---------- MATERIAL FOR THIS EXERCISE ----------

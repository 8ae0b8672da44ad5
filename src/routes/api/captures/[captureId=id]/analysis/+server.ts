import { json } from '@sveltejs/kit';
import { authorize } from '$lib/server/auth/access';
import { answer } from '$lib/server/api';
import { storedAnalysis } from '$lib/server/captures/read';
import type { RequestHandler } from './$types';

/** The whole stored result of a capture: metrics, warnings and chart curves. */
export const GET: RequestHandler = async ({ locals, params }) =>
	answer(async () => {
		const captureId = Number(params.captureId);
		await authorize(locals, 'project:internal', { captureId });
		return json(await storedAnalysis(captureId));
	});
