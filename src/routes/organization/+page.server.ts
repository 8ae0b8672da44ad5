import { error } from '@sveltejs/kit';
import { authorize, membershipsAllowing } from '$lib/server/auth/access';
import { formAction } from '$lib/server/forms';
import * as people from '$lib/server/people/service';
import { invitationSchema, memberRemovalSchema, roleChangeSchema } from '$lib/schemas/projects';
import type { Actions, PageServerLoad, RequestEvent } from './$types';

/** The organization being managed: ?org=ID, else the first one the user administers. */
function organizationOf(event: RequestEvent | Parameters<PageServerLoad>[0]): number {
	const fromQuery = Number(event.url.searchParams.get('org'));
	if (Number.isInteger(fromQuery) && fromQuery > 0) return fromQuery;
	const first = membershipsAllowing(event.locals, 'members:manage')[0];
	if (!first) error(403, 'Only an admin can manage people.');
	return first.organizationId;
}

const manager = (event: RequestEvent | Parameters<PageServerLoad>[0]) => authorize(event.locals, 'members:manage', { organizationId: organizationOf(event) });

export const load = (async (event) => {
	const scope = await manager(event);
	return people.organizationOverview(scope.organizationId);
}) satisfies PageServerLoad;

export const actions = {
	invite: async (event) => {
		const scope = await manager(event);
		return formAction(event.request, invitationSchema, async (input) => {
			await people.invite(scope, input);
			return { invited: input.email };
		});
	},

	setRole: async (event) => {
		const scope = await manager(event);
		return formAction(event.request, roleChangeSchema, async (input) => {
			await people.changeRole(scope, input);
			return { roleChanged: true };
		});
	},

	removeMember: async (event) => {
		const scope = await manager(event);
		return formAction(event.request, memberRemovalSchema, async (input) => {
			await people.removeMember(scope, input.userId);
			return { removed: true };
		});
	}
} satisfies Actions;
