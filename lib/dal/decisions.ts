import "server-only";
import type { RequirementOutcome } from "@/lib/requirements";
import crypto from "node:crypto";
import { and, asc, desc, eq, inArray, sql } from "drizzle-orm";
import { db, type Database, type Transaction } from "@/db/client";
import {
  assignments,
  boardMembers,
  boards,
  calls,
  checkResults,
  decisions,
  outboxMessages,
  proposalCoauthors,
  proposals,
  proposalVersions,
  reviewItems,
  reviews,
  users,
  type DecisionOutcome,
} from "@/db/schema";
import { authorize, can } from "@/lib/auth/policy";
import type { SessionUser } from "@/lib/auth/session";
import { compareClaims, diffText, type ClaimComparison, type TextDiff, type VersionCheck } from "@/lib/decisions/compare";
import { letterBlocks, letterIsEmpty, renderLetterHtml, renderLetterText, type LetterBlock } from "@/lib/decisions/letter";
import { countClaims, type ClaimCounts } from "@/lib/decisions/claim-counts";
import { applyMergeFields, MERGE_FIELDS, unknownMergeFields, type MergeFieldInfo } from "@/lib/decisions/merge-fields";
import { DEFAULT_LETTER_TEMPLATE, mergeValues, OUTCOME_LABELS, reviewItemLine } from "@/lib/decisions/template";
import { dossierPlainText } from "@/lib/dossier";
import { failingSentences } from "@/lib/dossier/verdict-text";
import { CONSISTENT_MEANS, kindLabel, policySummary } from "@/lib/orbit/labels";
import { env } from "@/lib/env";
import { conflict, notFound, unprocessable } from "@/lib/errors";
import { enqueueMail } from "@/lib/mail/outbox";
import { renderDecisionMail } from "@/lib/mail/templates/notices";
import { renderLetterPdf } from "@/lib/pdf/letter";
import { MIN_OVERRIDE_REASON } from "@/lib/validation/decisions";
import { deleteObject, presignDownload, writeObject } from "@/storage/object-store";
import { assignReviewers, proposalAccess, type AssignResult } from "./assignments";
import { recordAudit } from "./audit";
import { isUuid } from "./boards";
import { startRevisionDraft } from "./proposals";
import { reportObjectKey, reviewReportPdfForLetter } from "./reports";
import { reviewAggregate } from "./reviews";
import { loadTemplate } from "./rubrics";

type Db = Database | Transaction;

/** What the chair sends (validated at the boundary by decisionInput in lib/validation/decisions.ts). */
export interface DecisionRequest {
  outcome: DecisionOutcome;
  /** Tiptap JSON of the letter, with merge fields. */
  letter: Record<string, unknown>;
  selectedReviewItemIds?: string[];
  overrideReason?: string;
  /** Attach the version's review report (PDF, as the proposers read it) to the letter e-mail. */
  attachReport?: boolean;
}

export interface DecisionView {
  id: string;
  proposalId: string;
  versionNumber: number;
  outcome: DecisionOutcome;
  outcomeLabel: string;
  letterHtml: string;
  letterText: string;
  weightedScore: number | null;
  overrideReason: string | null;
  decidedAt: string;
  decidedByName: string | null;
  hasPdf: boolean;
  /** The review report PDF went with the letter e-mail. */
  hasReportPdf: boolean;
  /** The letter e-mail's state in the outbox (null for readers who may not see it). */
  mail: { status: string; attempts: number; lastError: string | null; nextAttemptAt: string | null; sentAt: string | null } | null;
}

export function letterObjectKey(boardId: string, proposalId: string, decisionId: string): string {
  return `boards/${boardId}/proposals/${proposalId}/decisions/${decisionId}/letter.pdf`;
}

export function letterFilename(title: string, versionNumber: number): string {
  const slug = title
    .toLowerCase()
    .normalize("NFKD")
    .replace(/[^a-z0-9]+/g, "-")
    .replace(/^-+|-+$/g, "")
    .slice(0, 60);
  return `decision-${slug || "proposal"}-v${versionNumber}.pdf`;
}

// ---------------------------------------------------------------------------------------
// What the chair sees before deciding

interface Context {
  board: { id: string; name: string; letterTemplate: Record<string, unknown> | null };
  proposal: { id: string; title: string; missionType: string; status: string; latestVersion: number; ownerId: string; ownerName: string };
  call: { id: string; title: string; reviewersPerProposal: number };
  version: { id: string; number: number; title: string; submittedAt: Date } | null;
}

async function loadContext(boardId: string, proposalId: string, tx: Db): Promise<Context> {
  const [row] = await tx
    .select({
      boardName: boards.name,
      letterTemplate: boards.letterTemplate,
      title: proposals.title,
      missionType: proposals.missionType,
      status: proposals.status,
      latestVersion: proposals.latestVersion,
      ownerId: proposals.ownerId,
      ownerName: users.name,
      callId: calls.id,
      callTitle: calls.title,
      reviewersPerProposal: calls.reviewersPerProposal,
    })
    .from(proposals)
    .innerJoin(boards, eq(boards.id, proposals.boardId))
    .innerJoin(calls, eq(calls.id, proposals.callId))
    .innerJoin(users, eq(users.id, proposals.ownerId))
    .where(and(eq(proposals.id, proposalId), eq(proposals.boardId, boardId)));
  if (!row) throw notFound("That proposal");
  const [version] =
    row.latestVersion > 0
      ? await tx
          .select({ id: proposalVersions.id, number: proposalVersions.number, title: proposalVersions.title, submittedAt: proposalVersions.submittedAt })
          .from(proposalVersions)
          .where(and(eq(proposalVersions.proposalId, proposalId), eq(proposalVersions.boardId, boardId), eq(proposalVersions.number, row.latestVersion)))
      : [];
  return {
    board: { id: boardId, name: row.boardName, letterTemplate: row.letterTemplate ?? null },
    proposal: {
      id: proposalId,
      title: row.title,
      missionType: row.missionType,
      status: row.status,
      latestVersion: row.latestVersion,
      ownerId: row.ownerId,
      ownerName: row.ownerName,
    },
    call: { id: row.callId, title: row.callTitle, reviewersPerProposal: row.reviewersPerProposal },
    version: version ?? null,
  };
}
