describe("sign-in over HTTP", () => {
  beforeAll(async () => {
    await appUrl();
  });

  it("signs in with the password and records the sign-in; a wrong password is refused and recorded", async () => {
    const user = await createUser();
    const client = new HttpClient();
    expect(await client.signIn("password", { email: user.email, password: "not the password at all" }, clientAddress())).toBe(
      "That e-mail and password do not match an active account.",
    );
    expect((await client.get("/api/v1/me")).status).toBe(401);
    expect(await client.signIn("password", { email: user.email.toUpperCase(), password: TEST_PASSWORD }, clientAddress())).toBeNull();
    const me = await client.get("/api/v1/me");
    expect(me.status).toBe(200);
    expect((await me.json()).email).toBe(user.email);
    const actions = await db().select({ action: auditEvents.action }).from(auditEvents).where(eq(auditEvents.actorEmail, user.email));
    expect(actions.map((a) => a.action)).toEqual(expect.arrayContaining(["sign-in.failed", "sign-in"]));
  });

  it("refuses the sixth attempt from the same client after five failures with a retry-after, even with the right password", async () => {
    const user = await createUser();
    const client = new HttpClient();
    const sameClient = clientAddress();
    for (let i = 0; i < 5; i++) {
      expect(await client.signIn("password", { email: user.email, password: `wrong guess number ${i}` }, sameClient)).toMatch(/do not match/);
    }
    const refused = await client.signIn("password", { email: user.email, password: TEST_PASSWORD }, sameClient);
    // In words, not seconds: the lockout lasts 15 minutes from the first failure.
    expect(refused).toMatch(/^Too many failed sign-in attempts\. Try again in about 1[45] minutes\.$/);
    expect((await client.get("/api/v1/me")).status).toBe(401);
  });

  it("shows the rate-limit message on the sign-in page when next-auth sends it back", async () => {
    const message = "Too many failed sign-in attempts. Try again in about 15 minutes.";
    const page = await (await new HttpClient().get(`/sign-in?error=${encodeURIComponent(message)}`)).text();
    expect(page).toContain("Try again in about 15 minutes.");
    const crafted = await (await new HttpClient().get(`/sign-in?error=${encodeURIComponent("Call +1 555 0100 to unlock your account")}`)).text();
    expect(crafted).not.toContain("555 0100");
  });

  it("cuts off a deactivated user on the next request, and a deactivated membership hides the board", async () => {
    const cast = await createBoardWithCast();
    const reviewer = await signedIn(cast.reviewer.email);
    expect((await reviewer.get(`/api/v1/boards/${cast.board.id}`)).status).toBe(200);
    await db()
      .update(boardMembers)
      .set({ status: "deactivated" })
      .where(and(eq(boardMembers.boardId, cast.board.id), eq(boardMembers.userId, cast.reviewer.id)));
    expect((await reviewer.get(`/api/v1/boards/${cast.board.id}`)).status).toBe(404);
    expect((await reviewer.get("/api/v1/me")).status).toBe(200);

    const proposer = await signedIn(cast.proposer.email);
    expect((await proposer.get("/api/v1/me")).status).toBe(200);
    await db().update(users).set({ status: "deactivated" }).where(eq(users.id, cast.proposer.id));
    const after = await proposer.get("/api/v1/me");
    expect(after.status).toBe(401);
    expect((await after.json()).error).toMatch(/Sign in/);
    expect(await new HttpClient().signIn("password", { email: cast.proposer.email, password: TEST_PASSWORD }, clientAddress())).toMatch(/do not match/);
  });

  it("signs in with an e-mail link read back from the mail catcher, once only", async () => {
    const user = await createUser({ email: `${unique("link")}@example.org` });
    await requestSignInLink({ email: user.email }, { ipAddress: clientAddress()["x-forwarded-for"] });
    const mail = await waitForMail(user.email, /sign-in link/);
    const url = new URL(linkIn(mail, "/sign-in/link"));
    const token = url.searchParams.get("token")!;
    // Opening the link (what a mail scanner does) does not spend it.
    const landing = await new HttpClient().get(`${url.pathname}${url.search}`);
    expect(landing.status).toBe(200);
    expect(await landing.text()).toContain("Sign in to VisViva");

    const client = new HttpClient();
    expect(await client.signIn("link", { token })).toBeNull();
    expect((await (await client.get("/api/v1/me")).json()).email).toBe(user.email);
    expect(await new HttpClient().signIn("link", { token })).toMatch(/invalid, already used or expired/);
  });

  it("accepts an invitation from the e-mail once, then signs in with the new password", async () => {
    const cast = await createBoardWithCast();
    const email = `${unique("invited")}@example.org`;
    await createInvitation(asSessionUser(cast.chair), cast.board.id, { email, name: "Runa Kettil", role: "reviewer" });
    const mail = await waitForMail(email, /Invitation to/);
    const link = new URL(linkIn(mail, "/invitations/"));
    const page = await new HttpClient().get(link.pathname);
    expect(page.status).toBe(200);
    const html = await page.text();
    expect(html).toContain(cast.board.name);
    expect(html).toContain("Choose a password");
    // Acceptance itself is a server action; its data function is covered in accounts-dal.test.ts.
    const { acceptInvitation } = await import("@/lib/dal/invitations");
    const token = decodeURIComponent(link.pathname.split("/").pop()!);
    await acceptInvitation({ token, name: "Runa Kettil", password: "runa's own passphrase" });
    await expect(acceptInvitation({ token, name: "Runa Kettil", password: "runa's own passphrase" })).rejects.toThrow(/already used/);
    expect(await (await new HttpClient().get(link.pathname)).text()).toContain("can no longer be used");
    const client = await new HttpClient().signInAs(email, "runa's own passphrase");
    const board = await client.get(`/api/v1/boards/${cast.board.id}`);
    expect((await board.json()).myRole).toBe("reviewer");
  });

  it("signs out the other sessions and keeps this one", async () => {
    const user = await createUser();
    const here = await signedIn(user.email);
    const elsewhere = await signedIn(user.email);
    expect((await (await here.get("/api/v1/me")).json()).otherActiveSessions).toBeGreaterThanOrEqual(1);
    const revoked = await here.post("/api/v1/me/sessions/revoke-others");
    expect(revoked.status).toBe(200);
    expect((await revoked.json()).revoked).toBeGreaterThanOrEqual(1);
    expect((await here.get("/api/v1/me")).status).toBe(200);
    expect((await elsewhere.get("/api/v1/me")).status).toBe(401);
  });

  it("changes the password through the API only with the current one", async () => {
    const user = await createUser();
    const client = await signedIn(user.email);
    const wrong = await client.post("/api/v1/me/password", { currentPassword: "a wrong current one", newPassword: "completely new passphrase" });
    expect(wrong.status).toBe(422);
    expect((await wrong.json()).error).toMatch(/current password/);
    const short = await client.post("/api/v1/me/password", { currentPassword: TEST_PASSWORD, newPassword: "short" });
    expect(short.status).toBe(422);
    expect((await short.json()).error).toMatch(/at least 12 characters/);
    expect((await client.post("/api/v1/me/password", { currentPassword: TEST_PASSWORD, newPassword: "completely new passphrase" })).status).toBe(200);
    expect(await new HttpClient().signIn("password", { email: user.email, password: "completely new passphrase" }, clientAddress())).toBeNull();
  });
});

----------

**DESCRIPTION OF THE TASK**
From the records above, show each line that contains the word "after".

**ANSWER TO THIS TASK**
  it("refuses the sixth attempt from the same client after five failures with a retry-after, even with the right password", async () => {
    const after = await proposer.get("/api/v1/me");
    expect(after.status).toBe(401);
    expect((await after.json()).error).toMatch(/Sign in/);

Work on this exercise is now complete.